After ticking a Red-throated Loon and a lifer Razorbill (an extremely rare visitor to Niagara) recently, reaching a new personal best for the Ontario year list appeared to be within reach. This late in the year though, the list for possible additions is a short one. Gulls and waterfowl, specifically Black Scoter, Lesser Black-backed Gull and Thayer's Gull are the most likely to be observed before the end of the year (both species of gulls were reported on the 20th). There are other possibilities. California Gull, Cackling Goose, Brant, and even Black Vulture (the species has been observed at the Niagara Gorge over the last two weeks) could be added before the list resets itself on New Year's Day.
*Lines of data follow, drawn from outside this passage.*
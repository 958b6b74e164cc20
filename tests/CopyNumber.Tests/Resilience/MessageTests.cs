using System.Security.Cryptography;
using CopyNumber.Storage;
using CopyNumber.Reports;
using CopyNumber.Tests.Cli;
using CopyNumber.Tests.Storage;
using static CopyNumber.Tests.Resilience.RunFolders;

namespace CopyNumber.Tests.Resilience;

/// <summary>
/// Messages that need more than one command line: exact numbers in them, refusals that must leave files
/// untouched, and the one rule for printed paths (issue 10, fault 13).
/// </summary>
public class MessageTests
{
    /// <summary>
    /// 2^53 = 9 007 199 254 740 992 is the largest integer below which every integer is a double (IEEE 754
    /// binary64, 53-bit significand; common practice). 2^53 + 1 rounds to 2^53 when read as a double, so it
    /// must be refused from its digits, and the limit must be printed with all sixteen of them.
    /// </summary>
    [Fact]
    public void Initial_counts_above_two_to_the_53_are_refused_with_the_exact_limit()
    {
        using var scratch = new ScratchFolder();
        var largest = WriteModel(scratch, "species\n  X = 9007199254740992\nreactions\n  lose: X -> 0 mass 1\n", "largest.cnet");
        var above = WriteModel(scratch, "species\n  X = 9007199254740993\nreactions\n  lose: X -> 0 mass 1\n", "above.cnet");

        Assert.Equal(0, CliRun.Of("inspect", largest).ExitCode);
        var run = CliRun.Of("inspect", above);
        Assert.Equal(2, run.ExitCode);
        Assert.Contains("too large (at most 2^53 = 9007199254740992)", run.Error);
        AssertNoStackTrace(run);
    }

    /// <summary>
    /// Pure decay X → 0 from 10 copies: x(t) = 10·e^(−t) (exact solution), about 4e-43 at t = 100, so the
    /// fewest copies round to 0. The numerical solution there is a rounding error either side of zero
    /// (−2.5e-13 at t = 90); rounding that gives IEEE 754 negative zero, which must not print as "-0".
    /// </summary>
    [Fact]
    public void The_auto_method_reason_never_says_minus_zero_copies()
    {
        using var scratch = new ScratchFolder();
        var model = WriteModel(scratch, "species\n  X = 10\nreactions\n  lose: X -> 0 mass 1\n", "decay.cnet");
        var run = CliRun.Of("simulate", model, "--until", "100", "--every", "1", "--replicates", "10", "--seed", "1", "--out", scratch.File("out"));
        Assert.Equal(0, run.ExitCode);
        Assert.Contains("as few as 0 copies", run.Error + run.Output);
        Assert.DoesNotContain("-0 copies", run.Error + run.Output);
    }

    /// <summary>The file errors docs/network-language.md promises, one line each: no empty quote, no caret.</summary>
    [Fact]
    public void A_directory_or_an_empty_path_as_the_model_is_named_as_such_in_one_line()
    {
        using var scratch = new ScratchFolder();
        var folder = scratch.File("models");
        Directory.CreateDirectory(folder);
        var run = CliRun.Of("inspect", folder);
        Assert.Equal(2, run.ExitCode);
        Assert.Equal($"{folder}:1:1: error: '{folder}' is a directory, not a model file\n1 error\n", run.Error.ReplaceLineEndings("\n"));
        var empty = CliRun.Of("inspect", "");
        Assert.Equal(2, empty.ExitCode);
        Assert.Equal(":1:1: error: no model file given\n1 error\n", empty.Error.ReplaceLineEndings("\n"));
    }

    [Fact]
    public void Merging_into_one_of_the_inputs_is_refused_even_with_force_and_the_shard_is_untouched()
    {
        using var scratch = new ScratchFolder();
        var model = WriteModel(scratch);
        var shards = new[] { scratch.File("shard-1"), scratch.File("shard-2") };
        for (var i = 0; i < 2; i++)
            Assert.Equal(0, CliRun.Of([.. Simulate(model, 200, 3, "--shard", $"{i + 1}/2", "--out", shards[i])]).ExitCode);
        var before = Fingerprint(shards[0]);

        // Named as given and with a trailing separator: both are the same folder.
        foreach (var target in new[] { shards[0], shards[0] + Path.DirectorySeparatorChar })
        {
            var run = CliRun.Of("merge", shards[0], shards[1], "--out", target, "--force");
            Assert.Equal(2, run.ExitCode);
            Assert.Contains("is one of the folders being merged", run.Error);
            AssertNoStackTrace(run);
        }
        Assert.Equal(before, Fingerprint(shards[0]));
    }

    [Fact]
    public void Contrast_refuses_an_unknown_heatmap_quantity_and_a_time_after_the_run_before_writing_anything()
    {
        using var scratch = new ScratchFolder();
        var model = WriteModel(scratch);
        var folder = scratch.File("run");
        Assert.Equal(0, CliRun.Of([.. Simulate(model, 100, 4, "--out", folder, "--no-contrast")]).ExitCode);

        var unknown = CliRun.Of("contrast", folder, "--heatmap", "protein");
        Assert.Equal(2, unknown.ExitCode);
        Assert.Contains("--heatmap 'protein' is not a species or readout", unknown.Error);
        Assert.Contains("'p'", unknown.Error);
        var late = CliRun.Of("contrast", folder, "--at", "1,50");
        Assert.Equal(2, late.ExitCode);
        Assert.Contains("--at 50 is after the final time 5", late.Error);
        Assert.False(File.Exists(Path.Combine(folder, ContrastOutputs.TableFile)));

        // The final time itself and a readout are fine.
        Assert.Equal(0, CliRun.Of("contrast", folder, "--heatmap", "total", "--at", "5").ExitCode);
    }

    /// <summary>One rule for printed paths (issue 16): relative to the folder the command started in when beneath it,
    /// full otherwise, whichever way the user spelled the folder.</summary>
    [Fact]
    public void Printed_paths_are_relative_to_the_start_folder_beneath_it_and_full_elsewhere()
    {
        var start = Directory.GetCurrentDirectory();
        using (var beneath = new ScratchFolder(start))
        {
            var model = WriteModel(beneath);
            var relative = Path.GetRelativePath(start, beneath.File("run"));
            // Spelled in full, shown relative: the rule is about where the folder is, not how it was typed.
            var (simulate, contrast) = SimulateAndContrast(model, beneath.File("run"));
            AssertEveryPrintedPathStartsWith(relative, simulate.Output, simulate.Error, contrast.Output);
            Assert.Contains($"wrote {Path.Combine(relative, ContrastOutputs.TableFile)}", contrast.Output);
        }
        using (var elsewhere = new ScratchFolder())
        {
            Assert.StartsWith("..", Path.GetRelativePath(start, elsewhere.Path), StringComparison.Ordinal);
            var model = WriteModel(elsewhere);
            var (simulate, contrast) = SimulateAndContrast(model, Path.GetRelativePath(start, elsewhere.File("run")));
            var full = elsewhere.File("run");
            AssertEveryPrintedPathStartsWith(full, simulate.Output, simulate.Error, contrast.Output);
            Assert.Contains($"wrote {Path.Combine(full, ContrastOutputs.TableFile)}", contrast.Output);
        }
    }

    private static (CliRun Simulate, CliRun Contrast) SimulateAndContrast(string model, string folder)
    {
        var simulate = CliRun.Of([.. Simulate(model, 100, 4, "--out", folder)]);
        Assert.Equal(0, simulate.ExitCode);
        var contrast = CliRun.Of("contrast", folder);
        Assert.Equal(0, contrast.ExitCode);
        return (simulate, contrast);
    }

    private static void AssertEveryPrintedPathStartsWith(string prefix, params string[] printed)
    {
        var seen = 0;
        foreach (var text in printed)
            foreach (var line in text.Split('\n').Where(l => l.Contains("wrote ") || l.Contains(" -> ")))
            {
                var paths = line[(line.Contains("wrote ") ? line.IndexOf("wrote ") + 6 : line.IndexOf(" -> ") + 4)..].Trim().Split(", ");
                foreach (var path in paths)
                {
                    Assert.True(path.StartsWith(prefix, StringComparison.Ordinal), $"'{path}' in '{line}' does not start with {prefix}");
                    seen++;
                }
            }
        Assert.True(seen >= 3, $"only {seen} printed paths found");
    }

    private static string Fingerprint(string folder) =>
        string.Join("\n", Directory.EnumerateFiles(folder).Order(StringComparer.Ordinal)
            .Select(f => $"{Path.GetFileName(f)} {Convert.ToHexString(SHA256.HashData(File.ReadAllBytes(f)))}"));
}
Scrutinizing the head, wings and tail of vultures soaring above the lower Niagara River can wait. Hopefully this was the right choice.
It has been almost a year since Jean and I attended our first Peninsula Field Naturalists (PFN) meeting and on Sunday we attended the Niagara Falls Nature Club 'Lake Ontario Ducks' trip with our fellow members of the PFN. There had to be one Black Scoter somewhere along the shoreline of Lake Ontario between Vineland and Hamilton.
At the first stop in Vineland, ducks were sparse, but as we moved west towards Hamilton, the numbers increased greatly. There were hundreds upon hundreds of Common Goldeneye and Long-tailed Ducks and somewhere in these large rafts were scoters.
A few White-winged Scoters were spotted while standing at the end of Fruitland Road. Public access to the Lake Ontario shoreline is in short supply and to view ducks on the lake, dead-ends are a required substitute. Fifty Point Conservation Area in Grimsby is one of the few public spaces for viewing waterfowl and for those lucky enough, our nemesis bird, but for this trip, our stay would be short and would not justify the entrance fee.
From the roadside where we observed our lifer King Eider (female) in December 2008, we spotted the patches of white on the forehead and nape of a male Surf Scoter. Scoping the other dark waterfowl before they disappeared between waves revealed some scoters with a large orange knob at the base of the bill and no white patches in their wings. In total, 2 male Black Scoters were observed. We had some great views of 2 female Black Scoters at Sayer's Park (a tiny patch of green in a residential neighbourhood) before continuing on to spots along Hamilton Harbour.
Due to dredging at the Windermere Basin, the open waters no longer exist. The small channel that remains holds only a small sample of the migrating waterfowl that could be observed in the past.
At the Burlington lift bridge and ship canal, a large number of Long-tailed Ducks were at the east end of the canal.
The resident Peregrine Falcon was spotted when we heard its alarm call and it quickly disappeared from my view after flying through the arch of the skyway. It returned and came to a rest at the top of a hydro tower, south of the lift bridge.
The group's last stop was LaSalle Marina on the north side of the harbour. A great spot for waterfowl, but unfortunately the Ross' Geese observed a week earlier were no longer present and there was nothing new for Jean and I. The highlight for a few of us was spotting a Little Brown Bat as it skimmed the water and then flew above us with the sunlight emphasizing the reddish-brown colour of its fur.
With the trip concluded Jean and I headed back to St. Kitts with one more stop planned. During the week of November 7, a Cackling Goose was observed on the lawn of the Canada Centre for Inland Waters. Though a number of days had past since the sighting, it would be unwise not to stop at the centre. The lawns had a few small flocks of geese, but none contained the much smaller Cackling Goose.
With Black Scoter (#208) safely ticked, my attention can now focus on the Niagara River. A gull or possibly even a vulture may be the next species to appear on the 2011 Ontario list. Which ever one it is, a new bench mark will be set.